= Avian botulism =

Paralytic disease caused by the Botulinum neurotoxin

Avian botulism is a strain of botulism that affects wild and captive bird populations, most notably waterfowl. This is a paralytic disease brought on by the Botulinum neurotoxin (BoNt) of the bacterium Clostridium botulinum. C. botulinum can fall into one of 7 different types which are strains A through G. Type C BoNt is most frequently associated with waterfowl mortality. The Type E strain is also commonly associated with avian outbreaks and is frequently found in fish species which is why most outbreaks occur in piscivorous birds.

Avian Botulism occurs all over the world and its understanding is important for wildlife managers, hunters, bird watchers, and anyone who owns wetland property as this disease can account for over 1,000,000 waterbird deaths in a year.

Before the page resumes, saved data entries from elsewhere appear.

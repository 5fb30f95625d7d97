/**
 * Totals of every pair of starters in O(n^2) after the ergodic fundamental matrix (identity 4):
 * with A = {a}, E_i[visits to b before hitting a] = pi_b (H(i,a) + H(a,b) - H(i,b))
 * (Aldous & Fill, Reversible Markov Chains, ch. 2), so by identity 2
 *   total({a, b}) = T_a - H(b,a) (T_a + n H(a,b) - T_b) / (H(a,b) + H(b,a)),
 * where T_x = total({x}). Needs pi > 0 everywhere (one closed class and no transient people,
 * e.g. any connected undirected room or any room with mixing); otherwise the O(n^3) route
 * through one absorbing state per first starter is used.
 */
import { AbsorbingState } from './dense-state';
import { hittingTimes, type ErgodicData } from './ergodic';

/** Row-major n x n matrix of pair totals (symmetric; Infinity on the diagonal and for infeasible pairs). */
export function allPairsTotals(e: ErgodicData): Float64Array {
  const n = e.n;
  const out = new Float64Array(n * n);
  const t = e.singleTotals;
  const irreducible = e.pi.every((p) => p > 0);
  if (irreducible) {
    const H = hittingTimes(e);
    for (let a = 0; a < n; a++) {
      out[a * n + a] = Infinity;
      for (let b = a + 1; b < n; b++) {
        const hab = H[a * n + b];
        const hba = H[b * n + a];
        const v = t[a] - (hba * (t[a] + n * hab - t[b])) / (hab + hba);
        out[a * n + b] = v;
        out[b * n + a] = v;
      }
    }
    return out;
  }
  out.fill(Infinity);
  for (let a = 0; a < n; a++) {
    if (!(e.pi[a] > 0)) continue;
    const s = AbsorbingState.fromErgodic(e, a);
    for (let b = 0; b < n; b++) {
      if (b === a) continue;
      const v = (s.rawTotal - s.rawGain(b)) * s.scale;
      out[a * n + b] = v;
      out[b * n + a] = v;
    }
  }
  return out;
}
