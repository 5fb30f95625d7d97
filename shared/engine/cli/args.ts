/**
 * Command-line flags: `--name value` or `--name=value`, each at most once, only the ones a
 * command declares. Every problem is a CliError: exit status 2 and one line on stderr.
 */

export class CliError extends Error {
  constructor(message: string) {
    super(message);
    this.name = 'CliError';
  }
}

export interface FlagSpec {
  /** true: the flag takes no value. */
  readonly boolean?: boolean;
  readonly required?: boolean;
}

export type Flags = Map<string, string>;

export function parseFlags(argv: readonly string[], spec: Record<string, FlagSpec>, command: string): Flags {
  const flags: Flags = new Map();
  for (let i = 0; i < argv.length; i++) {
    const arg = argv[i];
    if (!arg.startsWith('--')) throw new CliError(`${command}: unexpected argument "${arg}" (flags start with --; see ${command} --help)`);
    const eq = arg.indexOf('=');
    const name = eq > 0 ? arg.slice(2, eq) : arg.slice(2);
    const s = spec[name];
    if (!s) throw new CliError(`${command}: unknown flag --${name} (see ${command} --help)`);
    if (flags.has(name)) throw new CliError(`${command}: --${name} is given twice`);
    let value: string;
    if (s.boolean) {
      if (eq > 0) throw new CliError(`${command}: --${name} takes no value`);
      value = 'true';
    } else if (eq > 0) {
      value = arg.slice(eq + 1);
    } else {
      if (i + 1 >= argv.length || argv[i + 1].startsWith('--')) throw new CliError(`${command}: --${name} needs a value`);
      value = argv[++i];
    }
    flags.set(name, value);
  }
  for (const [name, s] of Object.entries(spec)) {
    if (s.required && !flags.has(name)) throw new CliError(`${command}: --${name} is required (see ${command} --help)`);
  }
  return flags;
}

const NUMBER = /^[+-]?(\d+\.?\d*|\.\d+)([eE][+-]?\d+)?$/;

/** A number in [min, max) (or [min, max] when `inclusiveMax`). */
export function numberFlag(flags: Flags, name: string, min: number, max: number, inclusiveMax = false): number | undefined {
  const raw = flags.get(name);
  if (raw === undefined) return undefined;
  const v = Number(raw);
  const ok = NUMBER.test(raw.trim()) && Number.isFinite(v) && v >= min && (inclusiveMax ? v <= max : v < max);
  if (!ok) throw new CliError(`--${name} must be a number with ${min} <= ${name} ${inclusiveMax ? '<=' : '<'} ${max} (got "${raw}")`);
  return v;
}

export function integerFlag(flags: Flags, name: string, min: number, max: number): number | undefined {
  const raw = flags.get(name);
  if (raw === undefined) return undefined;
  if (!/^\+?\d+$/.test(raw.trim()) || Number(raw) < min || Number(raw) > max) {
    throw new CliError(`--${name} must be a whole number from ${min} to ${max} (got "${raw}")`);
  }
  return Number(raw);
}

/**
 * Splits an id list: ids separated by commas, CSV-style. An unquoted id is trimmed; an id in
 * double quotes is kept exactly (spaces and commas included), a quote inside written twice:
 * `a,"Lee, A."," b","say ""hi"""` gives a / Lee, A. / " b" / say "hi".
 */
export function splitIds(raw: string, name: string): string[] {
  const ids: string[] = [];
  let i = 0;
  for (;;) {
    while (raw[i] === ' ' || raw[i] === '\t') i++;
    let id: string;
    if (raw[i] === '"') {
      id = '';
      let k = i + 1;
      for (;;) {
        const q = raw.indexOf('"', k);
        if (q < 0) throw new CliError(`--${name}: the quoted id starting at character ${i + 1} has no closing quote (")`);
        id += raw.slice(k, q);
        if (raw[q + 1] === '"') {
          id += '"';
          k = q + 2;
          continue;
        }
        i = q + 1;
        break;
      }
      while (raw[i] === ' ' || raw[i] === '\t') i++;
      if (i < raw.length && raw[i] !== ',') {
        throw new CliError(`--${name}: expected a comma after the quoted id ending at character ${i} (write a quote inside as "")`);
      }
    } else {
      const comma = raw.indexOf(',', i);
      id = raw.slice(i, comma < 0 ? raw.length : comma).trim();
      i = comma < 0 ? raw.length : comma;
    }
    if (id === '') throw new CliError(`--${name} has an empty entry in "${clipText(raw)}"; give ids separated by commas`);
    ids.push(id);
    if (i >= raw.length) return ids;
    i++; // the comma
  }
}

/** Splits `a,b,c` into ids (see splitIds); empty entries are an error. */
export function idList(flags: Flags, name: string): string[] {
  const raw = flags.get(name);
  if (raw === undefined) return [];
  return splitIds(raw, name);
}

export function clipText(s: string, max = 60): string {
  return s.length > max ? `${s.slice(0, max)}...` : s;
}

== Prevalence and distribution ==

Avian botulism occurs all over the world and is especially predominant in North American wetlands. The degree of avian botulism outbreaks in populations is largely determined by how favorable conditions are for C. botulinum. Ideal conditions for the presence of the BoNt carrying bacterium consist of low-oxygen, high-protein available substrate. This is common of shallow and stagnant waterways. Other factors such as pH and temperature, as well as a likely number of unknown factors contribute to the prevalence of outbreaks. Geographic locations with great amounts of this habitat can be assumed to have a greater number of outbreaks. Notable locations include the Great Lakes, North Dakota, Japan, South Korea, and Saskatchewan. While this is frequently the trend there is also evidence of BoNt outbreaks in well-oxygenated lakes with low temperatures. Furthermore, ideal habitats like those described do not all feature avian botulism in their waterfowl populations which supports there are still unknown factors at play. In recent time, nearly 18000 migratory birds had fallen victim to this disease in India. The mass mortality has been reported in 2019 from Sambhar Lake, Rajasthan, which is also a Ramsar site.

== Transmission ==

Avian botulism is not contagious in that it is not spread from bird to bird. Instead it is spread to birds through their consumptions of maggots infected with the toxin. Maggots become infected by feeding on substrates and organic material that host the Type C BoNt. Huge die offs caused by BoNt are the result of this maggot cycle. When an infected bird dies the maggots that feed off of it become infected themselves. These maggots are in turn consumed by additional birds. Thus with every infected carcass brings several infected maggots which increases the number of birds that can contract the disease. In this way massive outbreaks can occur.

== Clinical signs ==

The botulinum neurotoxin is lethal because it causes paralysis. Field identification involves locating birds showing flaccidity in the legs, wings and neck, as well as the presence of protuberant nictitating membrane. The presence of several dozen, or even hundreds, of fresh waterbird carcasses is the stereotypical sign an outbreak has occurred. In this case the specimens need to be taken to disease laboratory to determine the cause of mortality. Most commonly, detection of C. botulinum in carcasses during lab work is accomplished through analysis of polymerase chain reactions (PCR) and is often the most successful method.

== Prevention and control ==

The presence of avian botulism is extremely hard to detect before an outbreak. Frequent surveillance of sites at risk is needed for early detection of the disease in order to take action and remove carcasses. Vaccines are also developed, but they are expected to have limited effectiveness in stemming outbreaks in wild waterbird populations. However may be effective in reducing mortality for endangered island waterfowl and small non-migratory wild populations. Field tests are needed.